Cumartesi Anneleri’nin 3. duruşması yarın; ‘Bu dava hukuka meydan okumaktır’

PİRHA-Cumartesi Anneleri’nin 700. hafta buluşmasına yönelik polis müdahalesinin ardından 46 kişi hakkında açılan davanın üçüncü duruşması yarın (24 Kasım) görülecek. Celse öncesi konuşan İHD Gözaltında Kayıplara Karşı Komisyon Üyesi Sebla Arcan, “Bu dava hukuka, anayasaya, Türkiye’nin taraf olduğu uluslararası sözleşmelere meydan okumaktır. Eğer bir toplumda barışçıl gösteri hakkı yoksa demokrasi de yoktur. Dolayısıyla hem barışçıl gösteri hakkımıza hem de demokrasiye sahip çıkmaya devam edeceğiz” dedi.

Cumartesi Anneleri/İnsanları’nın 700’üncü hafta buluşmasına yönelik polis müdahalesinin ardından aralarında kayıp yakınlarının da olduğu 46 kişi hakkında “Kanuna aykırı toplantı ve yürüyüşlere silahsız katılarak ihtara rağmen kendiliğinden dağılmama” suçlamasıyla, Toplantı ve Gösteri Yürüyüşleri Kanunu’na muhalefet iddiasıyla açılan davanın 3. duruşması 24 Kasım Çarşamba günü görülecek. İstanbul 21. Asliye Ceza Mahkemesi’ndeki duruşma saat 10.30’da başlayacak.
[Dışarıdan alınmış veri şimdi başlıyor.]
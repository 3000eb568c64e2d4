import { v4 as uuid } from 'uuid';
import { afterAll, beforeAll, beforeEach, describe, expect, it } from 'vitest';
import { canonicalShape } from '#geometry/shapes/shape.ts';
import { versionConflictSchema } from '#server/contracts/sections.ts';
import { sha256 } from '#server/sections/described.ts';
import { startApi, type TestApi, type TestWorkshop } from '../../support/api.ts';
import { type Client } from '../../support/client.ts';
import { cst, naca4 } from '../../support/shapes.ts';

let api: TestApi;
let marsh: TestWorkshop;
let designer: Client;
let owner: Client;
let params: { sectionId: string };
beforeAll(async () => {
  api = await startApi();
  marsh = await api.addWorkshop('marsh');
  designer = await api.signIn(marsh, 'designer');
  owner = await api.signIn(marsh, 'owner');
});
afterAll(() => api.close());
beforeEach(async () => {
  const made = await designer.call('createSection', { body: { name: 'Marsh 2412', shape: naca4() } });
  params = { sectionId: made.reply.id };
});

const thicker = (thickness: number) => naca4({ maxThickness: thickness });
const numbers = async () =>
  (await designer.call('listVersions', { params, query: { limit: 100 } })).reply.items.map(
    ({ number }) => number,
  );

describe('saving a version', () => {
  it('gives it the next number, its checksum, and the section its measures', async () => {
    const saved = await designer.call('saveVersion', {
      params,
      body: { basedOn: 1, shape: cst(), note: '  free-form  ' },
    });
    expect(saved.status).toBe(201);
    expect(saved.reply).toMatchObject({
      number: 2,
      basedOn: 1,
      status: 'draft',
      note: 'free-form',
      shape: cst(),
      checksum: sha256(canonicalShape(cst())),
      author: { id: marsh.people.designer },
    });
    const section = await designer.call('getSection', { params });
    expect(section.reply.latest).toMatchObject({ number: 2, shape: cst(), description: 'CST order 2/2' });
  });

  it('keeps every digit of the shape', async () => {
    const shape = naca4({ maxCamber: 0.1 + 0.02 - 0.1, maxThickness: 1 / 9, maxCamberPosition: 1 / 3 });
    const saved = await designer.call('saveVersion', { params, body: { basedOn: 1, shape } });
    expect(saved.reply.shape).toEqual(shape);
    const [row] = await api.knex('section_versions').where({ section_id: params.sectionId, number: 2 });
    expect(row.shape).toEqual(shape);
  });

  it('answers a retry under the same key as the first time, and saves nothing more', async () => {
    const body = { basedOn: 1, shape: thicker(0.13), note: 'once', key: uuid() };
    const first = await designer.call('saveVersion', { params, body });
    const again = await designer.call('saveVersion', { params, body });
    await designer.call('saveVersion', { params, body: { basedOn: 2, shape: thicker(0.14) } });
    const late = await designer.call('saveVersion', { params, body });
    expect([first.status, again.status, late.status]).toEqual([201, 201, 201]);
    expect([again.text, late.text]).toEqual([first.text, first.text]);
    expect(await numbers()).toEqual([3, 2, 1]);
  });

  it('saves once when retries come at the same time', async () => {
    const body = { basedOn: 1, shape: thicker(0.13), key: uuid() };
    const answers = await Promise.all(
      Array.from({ length: 6 }, () => designer.call('saveVersion', { params, body })),
    );
    expect(answers.map(({ status }) => status)).toEqual(Array(6).fill(201));
    expect(new Set(answers.map(({ text }) => text)).size).toBe(1);
    expect(await numbers()).toEqual([2, 1]);
  });

  it('refuses the same key for anything else, by whomever', async () => {
    const body = { basedOn: 1, shape: thicker(0.13), note: '', key: uuid() };
    await designer.call('saveVersion', { params, body });
    const other = await designer.call('createSection', { body: { name: 'Other', shape: naca4() } });
    const answers = [
      await designer.call('saveVersion', { params, body: { ...body, shape: thicker(0.14) } }),
      await designer.call('saveVersion', { params, body: { ...body, note: 'other' } }),
      await designer.call('saveVersion', { params, body: { ...body, basedOn: 2 } }),
      await designer.call('saveVersion', { params: { sectionId: other.reply.id }, body }),
      await owner.call('saveVersion', { params, body }),
      await designer.call('createSection', { body: { name: 'x', shape: thicker(0.13), key: body.key } }),
    ];
    expect(answers.map(({ status, problem }) => `${status} ${problem.code}`)).toEqual(
      Array(6).fill('409 key-reused'),
    );
    expect(await numbers()).toEqual([2, 1]);
  });

  it('refuses a base that does not exist, a shape that changes nothing, and a made-up member, by name', async () => {
    const offers: [string, object][] = [
      ['basedOn', { basedOn: 2, shape: thicker(0.13) }],
      ['basedOn', { basedOn: 0, shape: thicker(0.13) }],
      ['basedOn', { basedOn: 1.5, shape: thicker(0.13) }],
      ['shape', { basedOn: 1, shape: naca4() }],
      ['number', { basedOn: 1, shape: thicker(0.13), number: 7 }],
    ];
    for (const [path, body] of offers) {
      const answer = await designer.call('saveVersion', { params, body });
      expect(answer.status).toBe(422);
      expect(answer.problem.errors?.map((error) => error.path)).toEqual([path]);
    }
    expect(await numbers()).toEqual([1]);
    const noted = await designer.call('saveVersion', {
      params,
      body: { basedOn: 1, shape: naca4(), note: 'flown' },
    });
    expect(noted.status).toBe(201);
  });
});

describe('two people who save on the same base', () => {
  it('at the same moment: one is saved, the other learns of it, nothing is lost', async () => {
    for (let round = 1; round <= 5; round += 1) {
      const offers = [
        designer.call('saveVersion', {
          params,
          body: { basedOn: round, shape: thicker(0.13 + round / 1000) },
        }),
        owner.call('saveVersion', { params, body: { basedOn: round, shape: thicker(0.15 + round / 1000) } }),
      ];
      const answers = await Promise.all(offers);
      expect(answers.map(({ status }) => status).sort()).toEqual([201, 409]);
      const [saved, refused] = [
        answers.find((one) => one.status === 201)!,
        answers.find((one) => one.status === 409)!,
      ];
      const conflict = versionConflictSchema.parse(refused.problem);
      expect(conflict).toEqual({ code: 'version-conflict', basedOn: round, latest: saved.reply });
      expect(refused.problem.detail).toContain(saved.reply.author.name);
    }
    expect(await numbers()).toEqual([6, 5, 4, 3, 2, 1]);
  });

  it('many at once, each trying again on the newest: the numbers have no gap and no one is lost', async () => {
    const save = async (client: Client, worker: number) => {
      for (let basedOn = 1, tries = 0; tries < 60; tries += 1) {
        const body = { basedOn, shape: thicker(0.1 + worker / 1000), note: `of ${worker}`, key: uuid() };
        const answer = await client.call('saveVersion', { params, body });
        if (answer.status === 201) return answer.reply.number;
        expect(answer.status).toBe(409);
        basedOn = versionConflictSchema.parse(answer.problem).latest.number;
      }
      throw new Error('No turn in 60 tries.');
    };
    const workers = Array.from({ length: 12 }, (_, index) => save(index % 2 ? owner : designer, index));
    const saved = await Promise.all(workers);
    expect(saved.sort((a, b) => a - b)).toEqual(Array.from({ length: 12 }, (_, index) => index + 2));
    const versions = await designer.call('listVersions', { params, query: { limit: 100 } });
    expect(new Set(versions.reply.items.map(({ note }) => note)).size).toBe(13);
    for (const { number, basedOn } of versions.reply.items)
      expect(basedOn).toBe(number === 1 ? null : number - 1);
    expect(api.errors).toEqual([]);
  });
});

describe('the list of versions', () => {
  it('shows every version once over its pages, newest first', async () => {
    for (let number = 1; number < 8; number += 1) {
      await designer.call('saveVersion', {
        params,
        body: { basedOn: number, shape: thicker(0.1 + number / 100) },
      });
    }
    const seen: number[] = [];
    let cursor: string | undefined;
    do {
      const page = await designer.call('listVersions', { params, query: { limit: 3, cursor } });
      seen.push(...page.reply.items.map(({ number }) => number));
      cursor = page.reply.nextCursor ?? undefined;
    } while (cursor !== undefined);
    expect(seen).toEqual([8, 7, 6, 5, 4, 3, 2, 1]);
  });

  it.each([
    ['limit', { limit: 0 }],
    ['limit', { limit: 101 }],
    ['limit', { limit: 'all' }],
    ['cursor', { cursor: 'x' }],
    ['sort', { sort: 'name' }],
  ])('refuses a wrong %s by name', async (path, query) => {
    const answer = await designer.call('listVersions', { params, query });
    expect(answer.status).toBe(422);
    expect(answer.problem.errors?.map((error) => error.path)).toEqual([path]);
  });
});
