import { type Shape } from '#geometry/shapes/shape.ts';

/** The version behind the section, once it has arrived. */
export function ghostOf(shape: Shape | null, number: number | null) {
  return shape && number !== null ? { shape, number } : undefined;
}
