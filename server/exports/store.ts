import { type Knex } from 'knex';
import { v7 as uuid } from 'uuid';
import { z } from 'zod';
import { type ExportFormat } from '#geometry/formats/export.ts';
import { idSchema, timeSchema } from '#server/contracts/common.ts';
import { type Download } from '#server/contracts/sections.ts';
import { continueBehind, decodeCursor, encodeCursor, pageOfRows } from '#server/database/cursor.ts';
import { joinScoped, scoped } from '#server/database/scoped.ts';
import { type Author } from '#server/sections/rules.ts';

interface DownloadInput {
  readonly sectionId: string;
  readonly versionNumber: number;
  readonly fileName: string;
  readonly format: ExportFormat;
  readonly options: object;
  /** SHA-256 of the file's bytes, in hexadecimal. */
  readonly checksum: string;
}

/** Records who took which file. */
export async function recordDownload(db: Knex, author: Author, download: DownloadInput): Promise<void> {
  await scoped(db, author.workshopId).insert('downloads', {
    id: uuid(),
    section_id: download.sectionId,
    version_number: download.versionNumber,
    person_id: author.personId,
    file_name: download.fileName,
    format: download.format,
    options: JSON.stringify(download.options),
    checksum: download.checksum,
    downloaded_at: author.at,
  });
}

interface Row {
  id: string;
  person_id: string;
  person_name: string;
  file_name: string;
  format: ExportFormat;
  checksum: string;
  downloaded_at: Date;
}

function downloadOf(row: Row): Download {
  return {
    id: row.id,
    person: { id: row.person_id, name: row.person_name },
    fileName: row.file_name,
    format: row.format,
    checksum: row.checksum,
    at: row.downloaded_at.toISOString(),
  };
}

const cursorSchema = z.tuple([timeSchema, idSchema]);

/**
 * Downloads of a version, newest first.
 * @throws Refusal naming `cursor` when it is not one of this list
 */
export async function listDownloads(
  db: Knex,
  workshopId: string,
  version: { readonly sectionId: string; readonly number: number },
  options: { cursor?: string | undefined; limit: number },
): Promise<{ items: Download[]; nextCursor: string | null }> {
  const downloads = scoped(db, workshopId)
    .table('downloads', { as: 'd' })
    .where({ 'd.section_id': version.sectionId, 'd.version_number': version.number });
  if (options.cursor !== undefined) {
    const [text, id] = decodeCursor(options.cursor, cursorSchema);
    const place = { value: new Date(text), id };
    continueBehind(downloads, ['d.downloaded_at', 'd.id'], 'descending', place);
  }
  const rows: Row[] = await joinScoped(downloads, 'inner', ['people', 'p'], 'd', [['p.id', 'd.person_id']])
    .select('d.*', 'p.name as person_name')
    .orderBy('d.downloaded_at', 'desc')
    .orderBy('d.id', 'desc')
    .limit(options.limit + 1);
  const { page, last } = pageOfRows(rows.map(downloadOf), options.limit);
  return { items: [...page], nextCursor: last ? encodeCursor([last.at, last.id]) : null };
}
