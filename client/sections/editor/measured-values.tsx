import { Fragment, memo } from 'react';
import { type Measures, thicknessAt } from '#geometry/contour/measures.ts';
import {
  formatAngle,
  formatLength,
  formatNumber,
  formatPercent,
  MM_PER_INCH,
  type Units,
} from '#client/app/units.ts';
import { type SectionDrawing } from '#client/drawing/section-drawing.ts';

interface MeasuredValuesProps {
  readonly drawing: SectionDrawing;
  readonly chordMm: number;
  readonly units: Units;
  readonly station: number;
}

type Row = readonly [name: string, value: string];

/** What the true contour measures at the chord in use; the values keep their places while they change. */
export const MeasuredValues = memo(function MeasuredValues({
  drawing,
  chordMm,
  units,
  station,
}: MeasuredValuesProps) {
  const { measures, outline } = drawing;
  const length = (fraction: number, decimals = 2) => formatLength(fraction * chordMm, units, decimals);
  const at = (fraction: number, position: number) => `${length(fraction)} at ${formatPercent(position, 1)}`;
  return (
    <>
      <Rows
        rows={[
          ['Largest thickness', at(measures.maxThickness, measures.maxThicknessPosition)],
          [
            'Largest camber',
            Math.abs(measures.maxCamber) < 5e-7 ? 'none' : at(measures.maxCamber, measures.maxCamberPosition),
          ],
          ['Nose radius', noseRadii(length(measures.noseRadiusUpper), length(measures.noseRadiusLower))],
          ['Edge angle', formatAngle(measures.trailingEdgeAngleDeg)],
          ['Edge gap', length(measures.trailingEdgeGap)],
          ['Area', area(measures.area * chordMm ** 2, units)],
          ['Perimeter', length(measures.perimeter, 1)],
          [`Thickness at ${formatPercent(station, 1)}`, length(thicknessAt(outline, station))],
        ]}
      />
      <details className="mt-1">
        <summary className="py-1 text-graphite">Second moments and smallest radii</summary>
        <Rows rows={furtherRows(measures, chordMm, units)} />
      </details>
    </>
  );
});

/** One radius, or both where the surfaces leave the nose with different ones. */
function noseRadii(upper: string, lower: string): string {
  return upper === lower ? upper : `${upper.split(' ')[0] ?? ''} above, ${lower} below`;
}

function furtherRows(measures: Measures, chordMm: number, units: Units): Row[] {
  const length = (fraction: number) => formatLength(fraction * chordMm, units);
  const moment = (value: number) => fourthPower(value * chordMm ** 4, units);
  const { centroid, smallestConvexRadius: convex, smallestConcaveRadius: hollow } = measures;
  return [
    ['Centroid from nose', `${length(centroid.x)}, ${length(centroid.y)}`],
    ['Ixx, about centroid', moment(measures.ixx)],
    ['Iyy, about centroid', moment(measures.iyy)],
    ['Ixy, about centroid', moment(measures.ixy)],
    ['Smallest radius', `${length(convex.radius)} at ${formatPercent(convex.at.x, 1)}`],
    [
      'Smallest hollow radius',
      hollow ? `${length(hollow.radius)} at ${formatPercent(hollow.at.x, 1)}` : 'no hollow',
    ],
  ];
}

function Rows({ rows }: { rows: readonly Row[] }) {
  return (
    <dl className="grid grid-cols-[minmax(0,1fr)_auto] gap-x-3 gap-y-1">
      {rows.map(([name, value]) => (
        <Fragment key={name.startsWith('Thickness at') ? 'station' : name}>
          <dt>{name}</dt>
          <dd className="text-right font-semibold whitespace-nowrap">{value}</dd>
        </Fragment>
      ))}
    </dl>
  );
}

function area(mm2: number, units: Units): string {
  return units === 'mm'
    ? `${formatNumber(mm2 / 100, 2)} cm²`
    : `${formatNumber(mm2 / MM_PER_INCH ** 2, 3)} in²`;
}

function fourthPower(mm4: number, units: Units): string {
  return units === 'mm'
    ? `${formatNumber(mm4 / 1e4, 3)} cm⁴`
    : `${formatNumber(mm4 / MM_PER_INCH ** 4, 4)} in⁴`;
}
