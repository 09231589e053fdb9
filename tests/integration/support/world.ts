import type { z } from 'zod';
import type { Role } from '@/lib/domain/roles';
import { plateSchema, setupSchema } from '@/lib/domain/setup-schemas';
import { closeDatabase } from '@/lib/server/db';
import { addBench } from '@/lib/server/commands/add-bench';
import { addPerson } from '@/lib/server/commands/add-person';
import { addPlate } from '@/lib/server/commands/add-plate';
import { addSetup } from '@/lib/server/commands/add-setup';
import { decideSetup } from '@/lib/server/commands/decide-setup';
import { addSource } from '@/lib/server/commands/add-source';
import { addSpecification } from '@/lib/server/commands/add-specification';
import { addUnits, openLot } from '@/lib/server/commands/open-lot';
import { PRODUCT, type CommandContext } from '@/lib/server/context';
import { closePool } from '@/lib/server/measure-pool';
import { closeOwner, emptyDatabase } from './database';

/** An invented room: one bench with a setup, one lot with units, one source, and a person for every part. */
export interface World {
  people: Record<Who, Person>;
  benchId: number;
  setupId: number;
  /** The plate its setup picks, as a setup names it. */
  plate: { plateId: number; plateCertificateId: number };
  lotId: number;
  specificationId: number;
  unitIds: number[];
  sourceId: number;
}

export interface Person {
  id: number;
  name: string;
  email: string;
  roles: Role[];
}

export const PEOPLE = {
  admin: ['admin'],
  technician: ['technician'],
  technician2: ['technician'],
  reviewer: ['reviewer'],
  reviewer2: ['reviewer'],
  both: ['technician', 'reviewer'],
  qa: ['qa'],
  auditor: ['auditor'],
  nobody: [],
} as const satisfies Record<string, readonly Role[]>;
export type Who = keyof typeof PEOPLE;

export const PASSWORD = 'a long enough password';
export const NOW = new Date('2026-11-20T08:00:00.000Z');

export function as(person: Person, at = NOW): CommandContext {
  return { actor: person, at };
}

export const PLATE = {
  name: 'P-1',
  note: '',
  separationUm: { value: 250, stated: 0.4 },
  widthUm: { value: 50, stated: 0.6 },
  certificate: 'Invented C-2',
  due: '2027-06-01',
};

/** What a setup of the bench states beside its plate. */
export const SETUP = {
  scaleUmPerPx: { value: 6.9, stated: 0.002, k: 2, certificate: 'Invented C-1', due: '2027-06-01' },
  distanceMm: { value: 300, stated: 0.4, k: 2, certificate: 'Invented C-3', due: null },
  remountNm: null,
  tone: 'auto' as const,
  why: 'First setup.',
};

/** Before anything else happens here, whatever the clock of the machine says. */
const LONG_AGO = new Date('2020-01-06T08:00:00.000Z');

/** Entered by the admin and approved by QA at one moment. */
export async function putInForce(
  people: Pick<World['people'], 'admin' | 'qa'>,
  setup: z.input<typeof setupSchema>,
  at = NOW,
): Promise<number> {
  const { setupId } = await addSetup(as(people.admin, at), setupSchema.parse(setup));
  await decideSetup(as(people.qa, at), { setupId, decision: 'approved', reason: '' });
  return setupId;
}

export async function makeWorld(): Promise<World> {
  await emptyDatabase();
  const people = {} as Record<Who, Person>;
  for (const who of Object.keys(PEOPLE) as Who[]) {
    const person = {
      name: `Invented ${who}`,
      email: `${who.toLowerCase()}@test.example`,
      roles: [...PEOPLE[who]] as Role[],
    };
    const { personId } = await addPerson({ actor: PRODUCT, at: NOW }, { ...person, password: PASSWORD });
    people[who] = { ...person, id: personId };
  }
  const admin = as(people.admin);
  const { benchId } = await addBench(admin, { name: 'Bench T', note: 'Invented.' });
  const { plateId, certificateId } = await addPlate(as(people.admin, LONG_AGO), plateSchema.parse(PLATE));
  const plate = { plateId, plateCertificateId: certificateId };
  const setupId = await putInForce(people, { ...SETUP, ...plate, benchId, afterNumber: 0 }, LONG_AGO);
  const { specificationId } = await addSpecification(admin, {
    name: 'Invented 635 nm',
    nominalNm: 635,
    medium: 'air',
    lowerNm: 630,
    upperNm: 640,
    rule: 'guard-expanded',
    ownGuardNm: null,
    ratio: null,
    halfToleranceNm: null,
  });
  const { lotId } = await openLot(admin, { number: '0931', specificationId, supplier: 'Invented Ltd' });
  await addUnits(admin, { lotId, serials: ['A1', 'A2', 'A3', 'A4', 'A5', 'A6'] });
  const { sourceId } = await addSource(admin, {
    name: 'Invented reference',
    vacuumNm: 632.991,
    uNm: 0.001,
    kind: 'stabilised-laser',
    isReference: true,
    certificate: 'Invented C-9',
    file: null,
    due: null,
    note: '',
  });
  const { db } = await import('@/lib/server/db');
  // The mails about the setup are not what the tests look for.
  await db().tables.outbox.destroy({ where: {} });
  const units = await db().tables.units.findAll({ where: { lotId }, order: [['id', 'ASC']] });
  return {
    people,
    benchId,
    setupId,
    plate,
    lotId,
    specificationId,
    unitIds: units.map(({ id }) => id),
    sourceId,
  };
}

/** For afterAll: nothing of the product may keep the test's process open. */
export async function closeWorld(): Promise<void> {
  await closePool();
  await closeDatabase();
  await closeOwner();
}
“KAYIPLAR BULUNSUN, FAİLLER YARGILANSIN”

İnsan Hakları Derneği (İHD) İstanbul Şubesi Gözaltında Kayıplara Karşı Komisyon Üyesi Sebla Arcan, duruşma öncesi PİRHA‘ya açıklamalarda bulundu. 700. hafta oturumuna yönelik polis müdahalesini hatırlatan Arcan, “Bilindiği gibi Cumartesi Anneleri 699 hafta Galatasaray Meydanı’nda “Kayıplar bulunsun. Failler yargılansın” diyerek barışçıl toplantı haklarını kullanmışlardı. Fakat bu hakları 700. haftada birden bire ağırı bir polis saldırısına uğrayarak müdahale edildi. Bu hakkın kullanımı aslında hem anayasanın hem de uluslararası hukukun güvencesindedir. Fakat devleti yöneten iktidar bu oturmaları 700. haftada hiçbir haklı neden yokken birden bire yasaklı statüsüne soktu. O tarihten beri Cumartesi Anneleri Galatasaray Meydanı’na gidemiyor” dedi.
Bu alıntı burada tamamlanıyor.